Miklós Jancsó’s Csend és kiáltás (int’l title: Silence and Cry) is a film that takes some time to warm to: even if you knew the Hungarian history. However, more than the Hungarian history, if you knew the Hungarian landscape, you will eventually not only appreciate the film but also love it: watching the film brought to me several memories of little scenes I had almost forgotten, even if my memories of Hungary are not too old by any means.
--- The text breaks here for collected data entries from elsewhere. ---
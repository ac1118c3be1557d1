"""Whether one extra rounding explains how two branches part."""

from __future__ import annotations

from typing import Literal

from narrowgauge.arithmetic.formats import Format
from narrowgauge.conduct.firstdifference import Located
from narrowgauge.conduct.tracing import Trace

__all__ = ["Cause", "explains"]

Cause = Literal["fused multiply-add", "wider intermediate"]


def explains(located: Located, low: Trace, correction: Trace, form: Format) -> Cause | None:
    """Return what explains the located difference on every kept path, if anything does; `form` is the narrow format.

    "fused multiply-add": one side rounds a product and then a sum, and the other has the row of the exact product plus
    the third number rounded once. "wider intermediate": the other side has the row of the same operation in float32 or
    float64.
    """
    raise NotImplementedError
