"""What another arithmetic would do for a narrow format, with the kernel as it is: each what-if judged like a format.

| what-if             | what is computed otherwise                                                  | charged     |
|---------------------|-----------------------------------------------------------------------------|-------------|
| stochastic rounding | a rounding goes to either neighbour, more often to the nearer one, unbiased | as narrow   |
| fused products      | a sum takes a product of its own line unrounded (fused multiply-add)        | as narrow   |
| flushed subnormals  | a subnormal result is a zero                                                | as narrow   |
| carried errors      | x = x + e carries the error of the addition, which joins e a step later     | as narrow   |
| wide increments     | all but the additions x = x + e is wide; e is converted to the format once  | as computed |
| exponents higher    | all exponents of the format lie so much higher or lower (values are scaled) | as narrow   |

The further operations of carried errors are not charged, nor what a machine may ask for random numbers.
"""

from __future__ import annotations

from collections.abc import Collection, Mapping

from narrowgauge.arithmetic.arithmetic import Arithmetic
from narrowgauge.arithmetic.formats import Format
from narrowgauge.arithmetic.indouble import InDouble
from narrowgauge.arithmetic.stochastic import Stochastic
from narrowgauge.conduct.laddered import Changed, on_ladder, pays_fields
from narrowgauge.dispatch.byline import Widths
from narrowgauge.dispatch.placed import Carried, Fused, Operation
from narrowgauge.kernel.auditfile import AuditFile
from narrowgauge.measure.linearms import LineRunner, Variant
from narrowgauge.record.lines import CARRIED, WhatIfEntry

__all__ = ["what_ifs"]


def what_ifs(
    file: AuditFile,
    runner: LineRunner,
    form: Format,
    wide: Format | None,
    sums: Mapping[Operation, float],
    *,
    broken: Mapping[int, Collection[str]],
    shift: int = 0,
) -> list[WhatIfEntry]:
    """Return how far a narrow format pays in each what-if.

    `sums` are the additions to the state with their shares of all operations; without any, carried errors and wide
    increments are left out. So are exponents shifted by no power of two. `broken` has, by level, the formats of which
    no split is admissible. Raises what running the kernel raises.
    """
    changes = {name: _narrow(file, form, variant) for name, variant in _variants(file, form).items()}
    if sums:
        places = frozenset(sums)
        changes[CARRIED] = _narrow(file, form, Variant(make=lambda level, block: Carried(form, places)))
        if wide is not None:
            share = sum(sums.values())
            cost = share * file.costs.step(form.name) + (1 - share) * file.costs.step(wide.name)
            run = Widths(rest=wide, at=dict.fromkeys(sums, form), converts=True)
            changes["wide increments"] = Changed(form=form.name, run=run, step_cost=cost)
    if shift:
        moved = form.shifted(shift)
        changes[f"exponents {abs(shift)} {'higher' if shift > 0 else 'lower'}"] = _narrow(
            file, form, Variant(make=lambda level, block: InDouble(moved))
        )
    confidence = 1 - (1 - file.sampling.confidence) / len(changes)
    judged = on_ladder(file, runner, changes, confidence, broken=broken)
    return [
        WhatIfEntry(name=name, step_cost=changes[name].step_cost, **pays_fields(levels, form.name))
        for name, levels in judged.items()
    ]


def _variants(file: AuditFile, form: Format) -> dict[str, Variant]:
    seed = file.sampling.seed

    def stochastic(level: int, block: int) -> Arithmetic:
        return Arithmetic(format=form, rounding="stochastic", stream=Stochastic(seed, level, block))

    return {
        "stochastic rounding": Variant(make=stochastic, anew=True),
        "fused products": Variant(make=lambda level, block: Fused(form)),
        "flushed subnormals": Variant(make=lambda level, block: Arithmetic(format=form, subnormals="flushed")),
    }


def _narrow(file: AuditFile, form: Format, variant: Variant) -> Changed:
    return Changed(form=form.name, run=variant, step_cost=file.costs.step(form.name))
Nature plays a large role in this film: the desolate-looking land also reflects the country’s hopeless political climate, and the sterile lives of all the protagonists of the film.
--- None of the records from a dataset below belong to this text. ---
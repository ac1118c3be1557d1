"""Why two runs of branches differ: the first operation in which they part, and whether a compiler's liberty explains it."""

from __future__ import annotations

from collections.abc import Iterator, Sequence
from dataclasses import dataclass, replace

import numpy as np
import numpy.typing as npt

from narrowgauge.arithmetic.formats import FORMATS
from narrowgauge.conduct.firstdifference import Located, Side, first_difference
from narrowgauge.conduct.tracing import MOST_PATHS, Trace
from narrowgauge.conduct.tracingown import run_traced
from narrowgauge.dispatch.looser import Manner
from narrowgauge.dispatch.setting import Place
from narrowgauge.errors import NarrowgaugeError
from narrowgauge.judge.branches import Doubles, differs
from narrowgauge.kernel.auditfile import AuditFile
from narrowgauge.kernel.contract import quantities_of
from narrowgauge.kernel.raised import kept_apart
from narrowgauge.measure.branchruns import Branch, BranchSource, Given, Order, laid
from narrowgauge.record.branches import PointEntry, WhereEntry

__all__ = ["MOST_STEPS", "Case", "Causes", "Run", "explanation", "follow", "located", "where_entry"]

MOST_STEPS = 256  # of a level on which causes are looked for: all results of a run are kept
_ENOUGH = 64  # paths that are followed, since rows of fewer are alike by chance


@dataclass(frozen=True, slots=True, kw_only=True)
class Run:
    """A function of a split in one format on one level; `wide` is the other format, `rows` as a kernel of one path."""

    source: BranchSource
    arm: str
    wide: str | None
    level: int
    rows: bool


@dataclass(frozen=True, slots=True, kw_only=True)
class Case:
    """Paths of a block whose results differ, with their draws; `level` is that of the path, fine or coarse.

    `draws` has, after the paths that differ, some that do not where they are few; `low` and `correction` are the results
    of the quantity on those that differ.
    """

    level: int
    draws: Given
    low: Doubles
    correction: Doubles

    @classmethod
    def of(cls, level: int, draws: Given, low: Doubles, correction: Doubles) -> Case:
        """Return the case of a block, whose results differ on some path."""
        differ = differs(low, correction)
        chosen = np.flatnonzero(differ)[:MOST_PATHS]
        further = np.flatnonzero(~differ)[: max(0, _ENOUGH - chosen.size)]
        return cls(
            level=level,
            draws=draws.of(np.concatenate([chosen, further])),
            low=low[chosen],
            correction=correction[chosen],
        )


@dataclass(slots=True)
class Causes:
    """What explained a difference before, which is tried first."""

    known: tuple[Manner, int] | None = None


def follow(
    run: Run, draws: Given, quantity: str, trace: Trace, *, order: Order = "C", over_paths: bool = True
) -> bool:
    """Run a function once more and keep all that it computes in a trace; whether that could be done.

    It cannot for a library, a command, or a kernel that is run path by path.
    """
    source = run.source
    if not source.python:
        return False
    with kept_apart(run.level, run.arm) as kept:
        if source.rounds == "itself":
            branch = Branch(source, run.arm, run.wide)
            branch.wide_draws(draws)
            file = source.file
            given = laid(branch.typed(draws)[0], order)
            result = run_traced(
                branch.copy, given, file.ladder.step_size(run.level), trace=trace, **file.keywords()
            )
            trace.gave(np.asarray(quantities_of(result)[quantity]))
            return True
        branch = Branch(source, run.arm, run.wide, rows=run.rows, observer=trace)
        if branch.one_path and not run.rows:
            return False
        trace.draws(draws.narrow)
        found = branch.lying(draws, run.level, order, over_paths=over_paths)
        trace.gave(found[quantity])
    return kept.problem is None


def located(low: Run, correction: Run, draws: Given, quantity: str) -> Located | None:
    """Return where two functions part on the same draws, None where nothing can be found or followed."""
    paths = draws.narrow.shape[-1]
    traces = Trace(paths), Trace(paths)
    try:
        done = [follow(run, draws, quantity, trace) for run, trace in zip((low, correction), traces, strict=True)]
    except NarrowgaugeError:  # a trace asks more of a function than a run; its results are there without
        return None
    return first_difference(*traces, form=FORMATS[low.arm]) if all(done) else None


def explanation(
    low: Run, correction: Run, case: Case, quantity: str, causes: Causes, found: Located | None
) -> str | None:
    """Return in words what makes every differing path of one function that of the other; None where nothing does.

    Each function with a source in Python is emulated anew with products fused into its sums, or with wider intermediates
    within an expression, everywhere or where the two were `found` to part, and held against the results of the other
    one, all bits.
    """
    count = case.low.size
    draws = Given(case.draws.narrow[..., :count], None)
    sides = ((low, case.correction), (correction, case.low))
    sides_found = (None, None) if found is None else (found.low, found.correction)
    places = [None if one is None else one.place for one in sides_found]
    for manner, side in _manners(low.arm, causes, places):
        run, wanted = sides[side]
        if run.source.python and _gives(run, draws, quantity, manner, wanted):
            causes.known = manner, side
            return "fused multiply-add" if manner.kind == "fused" else f"wider intermediates, in {manner.wide}"
    return None


def _manners(arm: str, causes: Causes, places: Sequence[Place | None]) -> Iterator[tuple[Manner, int]]:
    """Yield what is tried on which side, 0 or 1: what is known, everywhere, then on the line of `places` alone."""
    manners = [Manner("wider", wide="float32")] if FORMATS[arm].precision < FORMATS["float32"].precision else []
    manners.append(Manner("wider", wide="float64"))
    manners += [Manner("fused", first=first, across=across) for across in (False, True) for first in (True, False)]
    tried = [] if causes.known is None else [causes.known]
    both = [(manner, side) for manner in manners for side in (0, 1)]
    alone = [(replace(manner, only=place), side) for manner, side in both if (place := places[side]) is not None]
    yield from dict.fromkeys([*tried, *both, *alone])


def _gives(run: Run, draws: Given, quantity: str, manner: Manner, wanted: Doubles) -> bool:
    """Whether a function emulated in some manner gives these results."""
    found: npt.NDArray[np.float64] | None = None
    try:
        with kept_apart(run.level, run.arm):
            branch = Branch(run.source.emulated(), run.arm, rows=run.rows, manner=manner)
            found = branch.on(draws, run.level).get(quantity)
    except NarrowgaugeError:  # what cannot be emulated explains nothing
        return False
    return found is not None and not differs(found, wanted).any()


def where_entry(file: AuditFile, found: Located | None) -> WhereEntry | None:
    """Return a place where two runs part as an entry of the record."""
    if found is None:
        return None
    return WhereEntry(
        low=_point(file, found.low),
        correction=_point(file, found.correction),
        ulps=None if found.ulps is None or not np.isfinite(found.ulps) else float(found.ulps),
        incomplete=found.incomplete,
    )


def _point(file: AuditFile, side: Side | None) -> PointEntry | None:
    if side is None:
        return None
    place = side.place
    return PointEntry(
        kind=side.kind,
        file=None if place is None else file.shown(place.file),
        line=None if place is None else place.line,
        operation=side.operation,
        text=str(side),
    )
The Hungary of today is not so very different: even if there are not secret police everywhere, life is still marked by the same barrenness, and the same bleak landscape foretells everything.
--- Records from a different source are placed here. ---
"""A function of a split emulated as a compiler may have computed it, on paths on which two branches differ.

Hundreds of manners may have to be tried, so none is run in vain: a run tells what was asked of its manner, and one that
would answer the same gives the same bits; and what fails on a few paths is not run on all.
"""

from __future__ import annotations

from dataclasses import dataclass

import numpy as np

from narrowgauge.conduct.tracing import MOST_PATHS
from narrowgauge.dispatch.looser import LooserSetting, Manner
from narrowgauge.dispatch.setting import Place
from narrowgauge.errors import NarrowgaugeError
from narrowgauge.judge.branches import Doubles, differs
from narrowgauge.measure.branchruns import Branch, BranchError, BranchSource, Given

__all__ = ["Case", "Emulation", "Run"]

_MOST_DIFFERING = 192  # of the paths that are followed; the rest agree
_MOST_OF_EACH = 1024  # paths that differ, and that agree, which an explanation has to give
_FEW_OF_EACH = 32  # of these, which it has to give first


@dataclass(frozen=True, slots=True, kw_only=True)
class Run:
    """A function of a split in one format on one level; `wide` is the other format, `rows` as a kernel of one path."""

    source: BranchSource
    arm: str
    wide: str | None
    level: int
    rows: bool


@dataclass(frozen=True, slots=True, kw_only=True)
class Case:
    """Paths of a block, of which the first `differing` have other results; `level` is that of the path, fine or coarse.

    Some that agree are among them: what explains the others must leave these alone.
    """

    level: int
    draws: Given
    low: Doubles
    correction: Doubles
    differing: int

    @classmethod
    def of(cls, level: int, draws: Given, low: Doubles, correction: Doubles) -> Case:
        """Return the case of a block, whose results differ on some path."""
        differ = differs(low, correction)
        first = np.flatnonzero(differ)[:_MOST_OF_EACH]
        chosen = np.concatenate([first, np.flatnonzero(~differ)[:_MOST_OF_EACH]])
        return cls(
            level=level, draws=draws.of(chosen), low=low[chosen], correction=correction[chosen], differing=first.size
        )

    def followed(self) -> Given:
        """Return the draws of the paths of which all results are kept, to find where the branches part."""
        first = min(self.differing, _MOST_DIFFERING)
        further = range(self.differing, min(self.low.size, self.differing + MOST_PATHS - first))
        return self.draws.of([*range(first), *further])

    def first(self, number: int) -> list[int]:
        """Return so many paths that differ and as many that agree, or all there are of either."""
        agreeing = range(self.differing, min(self.low.size, self.differing + number))
        return [*range(min(self.differing, number)), *agreeing]


@dataclass(frozen=True, slots=True)
class _Done:
    """A manner that was run, what was asked of it, and whether it gave what was wanted."""

    manner: Manner
    of_two: frozenset[Place | None]
    crossed: bool
    gave: bool

    def answers_for(self, other: Manner) -> bool:
        """Return whether another manner takes the same way, to the last bit."""
        mine = self.manner
        return (
            (mine.kind, mine.wide, mine.only) == (other.kind, other.wide, other.only)
            and mine.last & self.of_two == other.last & self.of_two
            and (mine.across == other.across or (mine.across and not self.crossed))
        )


class Emulation:
    """A function on the paths of a case, emulated in one manner after the other.

    `own` is what it gave itself, `wanted` what the other function gave, which a manner is to explain.
    """

    def __init__(self, run: Run, case: Case, quantity: str, *, own: Doubles, wanted: Doubles) -> None:
        self._run, self._quantity = run, quantity
        self._draws, self._wanted = Given(case.draws.narrow, None), wanted
        few = case.first(_FEW_OF_EACH)
        self._few, self._wanted_few = self._draws.of(few), wanted[few]
        self._done: list[_Done] = []
        self._usual = run.source.python and self._equals(None, self._draws, own)
        # Where other paths have a say in a path, few of them tell nothing of all.
        self._screens = self._usual and len(few) < wanted.size and self._equals(None, self._few, own[few])

    def lines_of_two(self) -> list[Place | None]:
        """Return the lines that add two products, of which a compiler may fuse either."""
        if not self._usual:
            return []
        manner = Manner("fused", across=True)
        found, setting = self._emulated(manner, self._draws)
        if found is None or setting is None:
            return []
        self._keep(manner, setting, gave=not differs(found, self._wanted).any())
        return list(setting.of_two)

    def gives(self, manner: Manner) -> bool:
        """Return whether the function emulated in a manner gives what is wanted on every path."""
        if not self._usual:
            return False
        known = next((done for done in self._done if done.answers_for(manner)), None)
        if known is not None:
            return known.gave
        if self._screens and not self._equals(manner, self._few, self._wanted_few):
            return False
        return self._equals(manner, self._draws, self._wanted)

    def _equals(self, manner: Manner | None, draws: Given, wanted: Doubles) -> bool:
        found, setting = self._emulated(manner, draws)
        gave = found is not None and not differs(found, wanted).any()
        if manner is not None and setting is not None and not (gave and draws is self._few):
            self._keep(manner, setting, gave=gave)
        return gave

    def _keep(self, manner: Manner, setting: LooserSetting, *, gave: bool) -> None:
        self._done.append(_Done(manner, frozenset(setting.of_two), setting.crossed, gave))

    def _emulated(self, manner: Manner | None, draws: Given) -> tuple[Doubles | None, LooserSetting | None]:
        """Return the results in a manner, or as usual; None where it cannot be emulated so, which explains nothing."""
        setting = None
        try:
            branch = Branch(self._run.source.emulated(), self._run.arm, rows=self._run.rows, manner=manner)
            setting = branch.copy.setting
            found = branch.on(draws, self._run.level).get(self._quantity)
        except (BranchError, NarrowgaugeError):
            found = None
        return found, setting if isinstance(setting, LooserSetting) else None
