"""The first operation in which two branches differ, found by value.

By position a statement that was moved would look like a difference. By value it is the first operation of each side
whose operands all occur on the other side, row by row along the paths, and whose result does not.
"""

from __future__ import annotations

from dataclasses import dataclass
from typing import Literal

from narrowgauge.arithmetic.formats import Format
from narrowgauge.conduct.tracing import Trace
from narrowgauge.dispatch.setting import Place

__all__ = ["Kind", "Located", "Side", "first_difference"]

Kind = Literal["operation", "constant", "draws", "untraced"]


@dataclass(frozen=True, slots=True, kw_only=True)
class Side:
    """The first differing operation of one side, with its values on the example path.

    `kind`: "operation", where all operands occur on the other side; "constant" or "draws", where an operand that no
    operation made does not, and `strange` is its value; "untraced", where that operand varies over the paths but was
    made where the trace could not see. `number` counts the operations of the run from 0. `couples`: the operation
    has operands with the axis of the paths and a result without, so that each path depends on the others.
    """

    kind: Kind
    place: Place | None
    operation: str
    number: int
    operands: tuple[float | tuple[float, ...], ...]
    result: float | tuple[float, ...]
    strange: float | None
    couples: bool


@dataclass(frozen=True, slots=True, kw_only=True)
class Located:
    """Where two branches part. A side is None where its trace does not reach so far.

    `path` is the example, by its number in the run of the low branch: the first on which what was returned differs, or
    the results of the two operations do. `ulps` is how far the two results are apart on it in ulps of the low branch's
    format, None where the two operations do not have the same operands. `incomplete` says in words why a side may be
    wrong or missing, None where it is not.
    """

    low: Side | None
    correction: Side | None
    path: int
    ulps: float | None
    incomplete: str | None

    @property
    def kind(self) -> Kind:
        """What differs first: the draws, a constant, an operation; "untraced" where it cannot be told."""
        raise NotImplementedError

    def __str__(self) -> str:
        """Return a sentence such as `model.py:14: add gives 1.0009765625 where checks.py:22: add gives 1.0`."""
        raise NotImplementedError


def first_difference(low: Trace, correction: Trace, *, form: Format) -> Located | None:
    """Return where two traced runs part, or None where both gave the same rows, and where nothing can be found.

    Both traces keep the same paths in the same order. `form` is the low branch's format, for `ulps`.
    Where both ran the same lines in the same order (one function in two batch sizes), operations are compared by
    position, which needs no luck however few the paths.
    """
    raise NotImplementedError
There is hardly anything left for me to say after this fine entry here: http://filmjournal.net/kinoblog/2008/03/18/silence-and-cry/
However, I do wonder whether Jancsó has left lots of untied ends in his film as a deliberate measure, in a way of saying that tying or untying them does not matter, or is it a matter of loose direction; it’s difficult to say this for me, especially since I don’t have access to all Jancsó’s films preceding and succeeding this particular film. I did dislike the ending of the film, however: it was difficult to imagine for me that István did not know about the poisoning before. I would have also liked to see some kind of exchange between István and Károly, the former being the adored one of the two women and the latter the scorned one. Probably there is no exchange worth a name, since István is completely indifferent about Károly: but why should an idealist who prides himself over being one be so utterly heartless to all that Károly has to go through because of him? And if he’s not an idealist in the real sense, then why would he go and do the final act? Or is István merely a tool in the hands of the two women, who exploit his need to hide, while István in turn also sees them in the same light and hence feels a latent brotherhood with the farmer Károly, even if feeling him not enough a rebel? In that case, why does István not kill the women in the final act, which would also inevitably lead to his denunciation?
These are questions that are not really resolved satisfactorily in this ménage-à-quatre story (or should I say cinq, considering that Kémeri does get some sort of satisfaction by knowing he has the women - and István, since the possibility of Kémeri and István being former lovers cannot be ruled out - in his power), a story of power struggles all round; however, the cinematography and the overall fluidity of the story bound in a rigid plot make anyway for an enriching viewing.